Mais cette stratégie n’est valable que si les données fournies par les détecteurs à ultrasons automatisés sont représentatives de ce qui se passe vraiment sur le terrain. Or la comparaison des données acoustiques avec d’autres méthodes, telles que les relevés visuels, montre que seulement 30 à 50 % des passages de chauves-souris sont enregistrés par les détecteurs à ultrasons. De plus, l’activité acoustique des chauves-souris à la hauteur de la nacelle ne correspond pas nécessairement aux mortalités effectives. Des chercheurs allemands et anglais ont voulu mieux comprendre ce décalage et identifier les facteurs de dysfonctionnement des détecteurs à ultrasons dans les zones autour des éoliennes plus à risque de les blesser.
Les scientifiques montrent que l’atténuation géométrique et atmosphérique des appels d’écholocalisation, en conjonction avec la sensibilité limitée des microphones ultrasoniques, limitent beaucoup la distance de détection des chauves-souris. Compte tenu de l’ombre acoustique produite par la nacelle, et en partant d’une longueur des pales de 60 m, les détecteurs à ultrasons ne couvrent qu’environ 23 % de la zone à risque autour des éoliennes pour des chauves-souris qui vocalisent à 20 kHz. Cette couverture chute à 4 % pour des vocalises à 40 kHz. Et le pourcentage continue de baisser avec l’augmentation de la longueur des pales pour les éoliennes plus modernes. De plus, la directionnalité des écholocations et le comportement aérodynamique des chauves-souris limitent la détectabilité des animaux. Et c’est sans compter sur les grandes variations intraspécifiques et les faibles variations interspécifiques des écholocalisations, qui peuvent rendre l’identification des espèces difficile et limiter ainsi le pouvoir prédictif des modèles en place.

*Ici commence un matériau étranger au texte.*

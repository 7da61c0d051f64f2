import { integer, negate, product, type Expression } from '../expression/expression';
import { total } from '../ring/write-word';

/**
 * A sum of words in canonical form with a factor put into each, behind its coefficient and its η: 2η[3] with [t] becomes 2η[t][3]. The factor
 * comes before the symbols, which is where it belongs: η and integers are central.
 */
export function prefixed(prefix: Expression, form: Expression): Expression {
  switch (form.kind) {
    case 'sum':
      return total(form.terms.map((term) => prefixed(prefix, term)));
    case 'negate':
      return negate(prefixed(prefix, form.of));
    case 'integer':
      return form.value === 0n ? form : form.value === 1n ? prefix : product([integer(form.value), prefix]);
    case 'product': {
      const at = form.factors.findIndex((factor) => !isScalar(factor));
      const split = at < 0 ? form.factors.length : at;
      return product([...form.factors.slice(0, split), prefix, ...form.factors.slice(split)]);
    }
    default:
      return isScalar(form) ? product([form, prefix]) : product([prefix, form]);
  }
}

const isScalar = (factor: Expression): boolean =>
  factor.kind === 'integer' || factor.kind === 'eta' || (factor.kind === 'power' && factor.base.kind === 'eta');
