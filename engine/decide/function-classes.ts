import type { Budget } from '../arith/budget';
import type { Rational } from '../field/rational';
import type { FunctionEntry } from '../place/function-entry';
import { reducedMinusOne, type ReducedEntry, type Reductions } from '../place/reduced-entry';
import { thetaRingOver, type ThetaPair } from '../place/theta-ring';
import { degreesOf } from '../ring/degrees';
import { evaluate } from '../ring/evaluate';
import type { Graded } from '../ring/graded-ring';
import type { ResidueRing } from '../ring/residue-ring';
import { forEachEntry, type Term } from '../ring/term';
import type { RationalClasses } from './rational-classes';

type Terms = readonly Term<FunctionEntry<Rational>>[];

/** The residues in K^MW_*(ℚ) of words over ℚ(t) at a place with residue field ℚ, as classes. */
export const residueClasses = (
  sides: readonly Terms[],
  reductions: Reductions,
): RationalClasses<FunctionEntry<Rational>, ReducedEntry> => classes(sides, reductions, (value) => value.d, 1);

/** The specialisations in K^MW_*(ℚ) of words over ℚ(t) at a place with residue field ℚ, as classes. */
export const specialisationClasses = (
  sides: readonly Terms[],
  reductions: Reductions,
): RationalClasses<FunctionEntry<Rational>, ReducedEntry> => classes(sides, reductions, (value) => value.s, 0);

/** `part` of the value in the Θ-ring, which lies `shift` degrees lower. */
function classes(
  sides: readonly Terms[],
  reductions: Reductions,
  part: <H>(value: ThetaPair<H>) => H | undefined,
  shift: number,
): RationalClasses<FunctionEntry<Rational>, ReducedEntry> {
  for (const side of sides) for (const term of side) forEachEntry(term, (entry) => void reductions.at(entry));
  return {
    sides,
    entries: reductions.met(),
    unit: (entry) => reductions.at(entry),
    rational: ({ rational }) => rational,
    minusOne: reducedMinusOne(),
    image<H>(terms: Terms, ring: ResidueRing<ReducedEntry, H>, budget: Budget): Graded<H> {
      const values: Graded<H> = new Map();
      const theta = thetaRingOver<FunctionEntry<Rational>, ReducedEntry, H>(ring, (entry) => reductions.at(entry));
      for (const [degree, value] of evaluate(terms, theta, budget)) {
        const found = part(value);
        if (found !== undefined) values.set(degree - shift, found);
      }
      return values;
    },
    degrees: (terms) => degreesOf(terms).map((degree) => degree - shift),
  };
}
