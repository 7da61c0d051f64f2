import { rationals } from '../field/rational';
import { checkConcreteConditions } from './concrete-conditions';
import type { DecidableField } from './decidable-field';
import { wordClasses } from './rational-classes';
import { rationalDerivation } from './rational-derivation';
import { rationalFindings } from './rational-findings';
import { rationalNormalForm } from './rational-normal-form';
import { rationalResidues } from './rational-residues';
import { rationalStatement } from './rational-statement';

/** ℚ, complete in every degree. */
export const rationalField: DecidableField = {
  name: 'Q',
  tex: rationals.tex,
  decide(left, right, conditions, budget) {
    checkConcreteConditions(rationals, conditions, budget);
    return {
      findings: rationalFindings(wordClasses(rationalStatement([left, right], budget)), budget),
      theorem: THEOREM,
    };
  },
  normalForm(expression, conditions, budget) {
    checkConcreteConditions(rationals, conditions, budget);
    return rationalNormalForm(wordClasses(rationalStatement([expression], budget)), 0, budget);
  },
  derivation: (expression, form, _conditions, budget) =>
    rationalDerivation(
      expression,
      form,
      'signature, rank and the residues at all primes, from the largest down',
      budget,
    ),
  sideConditions: () => [],
  residues: rationalResidues,
};

const THEOREM =
  'Over Q rank, signature and the residues at all primes see every class (K_2: Tate, in J. Milnor, Introduction to Algebraic K-Theory, §11; ' +
  'W: J. Milnor, D. Husemoller, Symmetric Bilinear Forms, IV.2; together by the pull-back theorem, F. Morel, Comment. Math. Helv. 79, 2004).';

Les chercheurs concluent donc que, dans sa forme actuelle, la surveillance acoustique visant à estimer l’impact des éoliennes sur les populations de chauves-souris est fortement limitée par des facteurs techniques, physiques et biologiques. Il faudrait éventuellement placer davantage de détecteurs d’ultrasons à plusieurs endroits sur les éoliennes, ou encore les coupler à d’autres moyens de détection comme des radars ou des caméras thermiques pour avoir une vision plus juste de l’impact réel de ces turbines géantes sur les chiroptères. Pour le moment, les données recueillies sont trop parcellaires.